Meta Company, in collaboration with researchers from the University of Chicago and the University of California, Berkeley, has developed a new framework called DreamGym, aimed at addressing the high costs, complex infrastructure, and unreliable feedback associated with training large language model (LLM) agents using reinforcement learning (RL). DreamGym trains agents by simulating RL environments, enabling them to efficiently handle complex applications.
DreamGym can dynamically adjust task difficulty during training, ensuring that agents gradually learn to solve more challenging problems. The research team's experiments show that DreamGym significantly improves the effectiveness of RL training, both in fully simulated environments and in scenarios where simulated learning is applied to the real world. In environments where RL can be applied but is costly, DreamGym can achieve performance comparable to popular algorithms by relying solely on synthetic interactions, greatly reducing the cost of data collection and environment interaction.

Training LLM agents using reinforcement learning faces various challenges. Real-world applications often involve long operation sequences and sparse feedback, and agents only receive positive signals after a series of correct operations. Additionally, collecting sufficiently diverse and verified data is expensive, often requiring human experts for verification and annotation. To address these issues, DreamGym provides an effective and safe training path.
The core of the DreamGym framework consists of three parts: first, the "reasoning-based experience model," which converts the dynamics of the target environment into a text space, simulating the application environment. Second, the "experience replay buffer," acting as a dynamic memory bank, helps guide the prediction of the experience model, ensuring the diversity of synthetic experiences. Third, the "curriculum task generator," which automatically generates new and more challenging tasks based on the agent's performance. These three components work together to form a closed system, achieving efficient agent training.

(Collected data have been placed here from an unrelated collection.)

def hohmann_plane_change(
    r1: ArrayLike, r2: ArrayLike, mu: ArrayLike, angle: ArrayLike, fraction_first: ArrayLike
) -> Transfer:
    """Hohmann transfer that also turns the orbit plane by ``angle``, split over both burns.

    Each burn is a combined plane change: the first turns the plane by
    ``fraction_first * angle``, the second by the rest.

    Parameters
    ----------
    r1, r2 : array_like, shape (...)
        Radius of the starting and the target circular orbit, m (> 0).
    mu : array_like, shape (...)
        Gravitational parameter, m^3/s^2 (> 0).
    angle : array_like, shape (...)
        Total plane change, rad, in [0, pi].
    fraction_first : array_like, shape (...)
        Share of the plane change made at the first burn, in [0, 1].

    Returns
    -------
    Transfer
        Two burns (m/s) and the duration (s, half the transfer-ellipse
        period). Never NaN.

    Examples
    --------
    All of a 28.5 deg plane change at geostationary radius, where the speed is low:

    >>> import numpy as np
    >>> from deltakit.transfers import hohmann_plane_change
    >>> from deltakit.constants import EARTH
    >>> t = hohmann_plane_change(EARTH.radius + 300e3, 42164e3, EARTH.mu, np.radians(28.5), 0.0)
    >>> round(float(t.total))
    4256
    """
    if is_number(r1, r2, mu, angle, fraction_first):
        first, second, duration = on_numbers(
            _hohmann_plane_change,
            positive_number(r1, "r1", "m"),
            positive_number(r2, "r2", "m"),
            positive_number(mu, "mu", "m^3/s^2"),
            _angle_number(angle, "angle"),
            _fraction_number(fraction_first),
        )
        return _transfer((first, second), duration)
    r1 = positive(r1, "r1", "m")
    r2 = positive(r2, "r2", "m")
    mu = positive(mu, "mu", "m^3/s^2")
    angle = _check_angle(angle, "angle")
    fraction = _fraction(fraction_first)
    broadcast_shape(r1=r1, r2=r2, mu=mu, angle=angle, fraction_first=fraction)
    first, second, duration = on_arrays(_hohmann_plane_change, r1, r2, mu, angle, fraction)
    return _transfer((first, second), duration)


def best_plane_change_split(r1: ArrayLike, r2: ArrayLike, mu: ArrayLike, angle: ArrayLike) -> Any:
    """Share of the plane change to make at the first Hohmann burn that minimises the total.

    A golden-section search over [0, 1] run on whole arrays at once (60
    steps, bracket below 1e-12), then compared with the two ends of the
    interval, so a total that is lowest at an end is found too. Where the
    total does not depend on the split (``angle == 0``) the answer is 0.

    Parameters
    ----------
    r1, r2 : array_like, shape (...)
        Radius of the starting and the target circular orbit, m (> 0).
    mu : array_like, shape (...)
        Gravitational parameter, m^3/s^2 (> 0).
    angle : array_like, shape (...)
        Total plane change, rad, in [0, pi].

    Returns
    -------
    ndarray or numpy scalar
        Fraction in [0, 1] (a pure number), to pass as ``fraction_first`` to
        :func:`hohmann_plane_change`. Never NaN.

    Examples
    --------
    Low Earth orbit to geostationary radius: a few percent of the turn is
    best made at the fast first burn.

    >>> import numpy as np
    >>> from deltakit.transfers import best_plane_change_split, hohmann_plane_change
    >>> from deltakit.constants import EARTH
    >>> r1, r2, turn = EARTH.radius + 300e3, 42164e3, np.radians(28.5)
    >>> f = best_plane_change_split(r1, r2, EARTH.mu, turn)
    >>> round(float(f), 3), round(float(hohmann_plane_change(r1, r2, EARTH.mu, turn, f).total))
    (0.077, 4231)
    """
    if is_number(r1, r2, mu, angle):
        return on_numbers(
            _best_split,
            positive_number(r1, "r1", "m"),
            positive_number(r2, "r2", "m"),
            positive_number(mu, "mu", "m^3/s^2"),
            _angle_number(angle, "angle"),
        )
    r1 = positive(r1, "r1", "m")
    r2 = positive(r2, "r2", "m")
    mu = positive(mu, "mu", "m^3/s^2")
    angle = _check_angle(angle, "angle")
    broadcast_shape(r1=r1, r2=r2, mu=mu, angle=angle)
    return scalar_or_array(on_arrays(_best_split, *np.broadcast_arrays(r1, r2, mu, angle)))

The researchers conducted multiple benchmark tests on DreamGym, including areas such as e-commerce, sensory control, and real web interactions. The results showed that DreamGym performed superiorly in various tasks, especially in the WebArena environment, where the success rate of the trained agents exceeded baseline methods by over 30%. Through this approach, DreamGym provides a feasible RL training solution for fields that were previously difficult to achieve.
Key points:
🌟 DreamGym trains AI agents through simulated environments, reducing the cost and risk of RL training.
🚀 The framework dynamically adjusts task difficulty, allowing agents to gradually solve more complex problems.
💡 Experimental results show that DreamGym performs better than traditional training methods in various application areas.